++++ RECORDS FOR THE EXERCISE
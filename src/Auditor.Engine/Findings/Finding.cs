using Auditor.Documents;
using Auditor.Engine.Departures;
using Auditor.Engine.Guarded;
using Auditor.Engine.Installation;
using Auditor.Engine.RuleSets;
using Auditor.Formulas.Subjects;
using Auditor.Formulas.Values;

namespace Auditor.Engine.Findings;

/// <summary>What one rule says of one subject of a design.</summary>
public sealed class Finding
{
    internal Finding(Rule rule, DesignSubject subject, Judgement judgement)
    {
        Rule = rule;
        Subject = subject;
        Judgement = judgement;
        Scope = subject.Scope;
    }

    /// <summary>The rule.</summary>
    public Rule Rule { get; }

    /// <summary>The subject.</summary>
    public DesignSubject Subject { get; }

    /// <summary>Value, limits, margin and what is missing.</summary>
    public Judgement Judgement { get; }

    /// <summary>The departure in force that accepts it; null for none.</summary>
    public Departure? Departure { get; internal init; }

    /// <summary>The worst case within the tolerances that it depends on; null where it depends on none.</summary>
    public WorstCase? WorstCase { get; internal init; }

    /// <summary>In how many random designs within the tolerances the rule is kept; null where none were drawn.</summary>
    public SampleShare? Share { get; internal init; }

    /// <summary>The verdict.</summary>
    public Verdict Verdict => Departure is not null ? Verdict.Departed : IsUnproven ? Verdict.Unproven : Judgement.Verdict!.Value;

    /// <summary>Stable key: it depends on the rule and the subject alone.</summary>
    public string Key => $"{Rule.Id}:{Subject.Key}";

    /// <summary>Whether the verdict hangs on an input marked as assumed.</summary>
    public bool OnAssumption => Judgement.Marks.HasFlag(Marks.Assumed);

    /// <summary>Whether the verdict hangs on a figure entered from memory.</summary>
    public bool FromMemory => (Judgement.Marks | (IsUnproven ? WorstCase!.Marks : Marks.None)).HasFlag(Marks.FromMemory);

    /// <summary>The verdict in words, with the assumption that it hangs on.</summary>
    public string VerdictText => Verdict == Verdict.Conforms && OnAssumption ? "conforms, on assumption" : Verdict.Word();

    /// <summary>The value as shown; empty where nothing is compared.</summary>
    public string ValueShown => Rule.Check.How == CheckKind.Require ? "" : ValueText.Show(Judgement.Value, Rule.Check.Unit);

    /// <summary>The limit as shown, with its sense; empty where nothing is compared.</summary>
    public string LimitShown => LimitText.Show(Rule.Check, Judgement);

    /// <summary>Distance to the limit in the unit of the value; null where nothing was measured.</summary>
    public string? MarginShown => Judgement.Margin is { } margin ? ValueText.ShowNumber(margin.Absolute, MarginUnit.Of(Rule.Check.Unit!)) : null;

    /// <summary>The sentence of the finding.</summary>
    public string Message => SentenceWriter.Write(this);

    /// <summary>Whether it is kept as stated, but not in the worst case, and guarded acceptance asks for that.</summary>
    internal bool IsUnproven { get; init; }

    /// <summary>Whether the rule applies as stated, and not only somewhere within the tolerances.</summary>
    internal bool AppliesAsStated => Scope == Subject.Scope;

    /// <summary>Where the formulas of its sentence are evaluated: the design as stated, or the worst case where the rule applies only there.</summary>
    internal Scope Scope { get; init; }

    /// <summary>Where in the design to look: the first input that can put it right, else the subject itself.</summary>
    public SourceSpan Location => FindingPlace.Of(this);

    /// <summary>The same finding with a departure that accepts it.</summary>
    internal Finding With(Departure departure) => new(Rule, Subject, Judgement)
    {
        Departure = departure,
        WorstCase = WorstCase,
        Share = Share,
        IsUnproven = IsUnproven,
        Scope = Scope,
    };
}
++++++++
| GOAL OF THE EXERCISE |
The lines above, starting at the one with "internal Finding(Rule rule, DesignSubject" and ending at the one with "depends on none.</summary>", are the only ones to return, exactly as written.

| SOLUTION FOR THIS PROBLEM |
    internal Finding(Rule rule, DesignSubject subject, Judgement judgement)
    {
        Rule = rule;
        Subject = subject;
        Judgement = judgement;
        Scope = subject.Scope;
    }

    /// <summary>The rule.</summary>
    public Rule Rule { get; }

    /// <summary>The subject.</summary>
    public DesignSubject Subject { get; }

    /// <summary>Value, limits, margin and what is missing.</summary>
    public Judgement Judgement { get; }

    /// <summary>The departure in force that accepts it; null for none.</summary>
    public Departure? Departure { get; internal init; }

    /// <summary>The worst case within the tolerances that it depends on; null where it depends on none.</summary>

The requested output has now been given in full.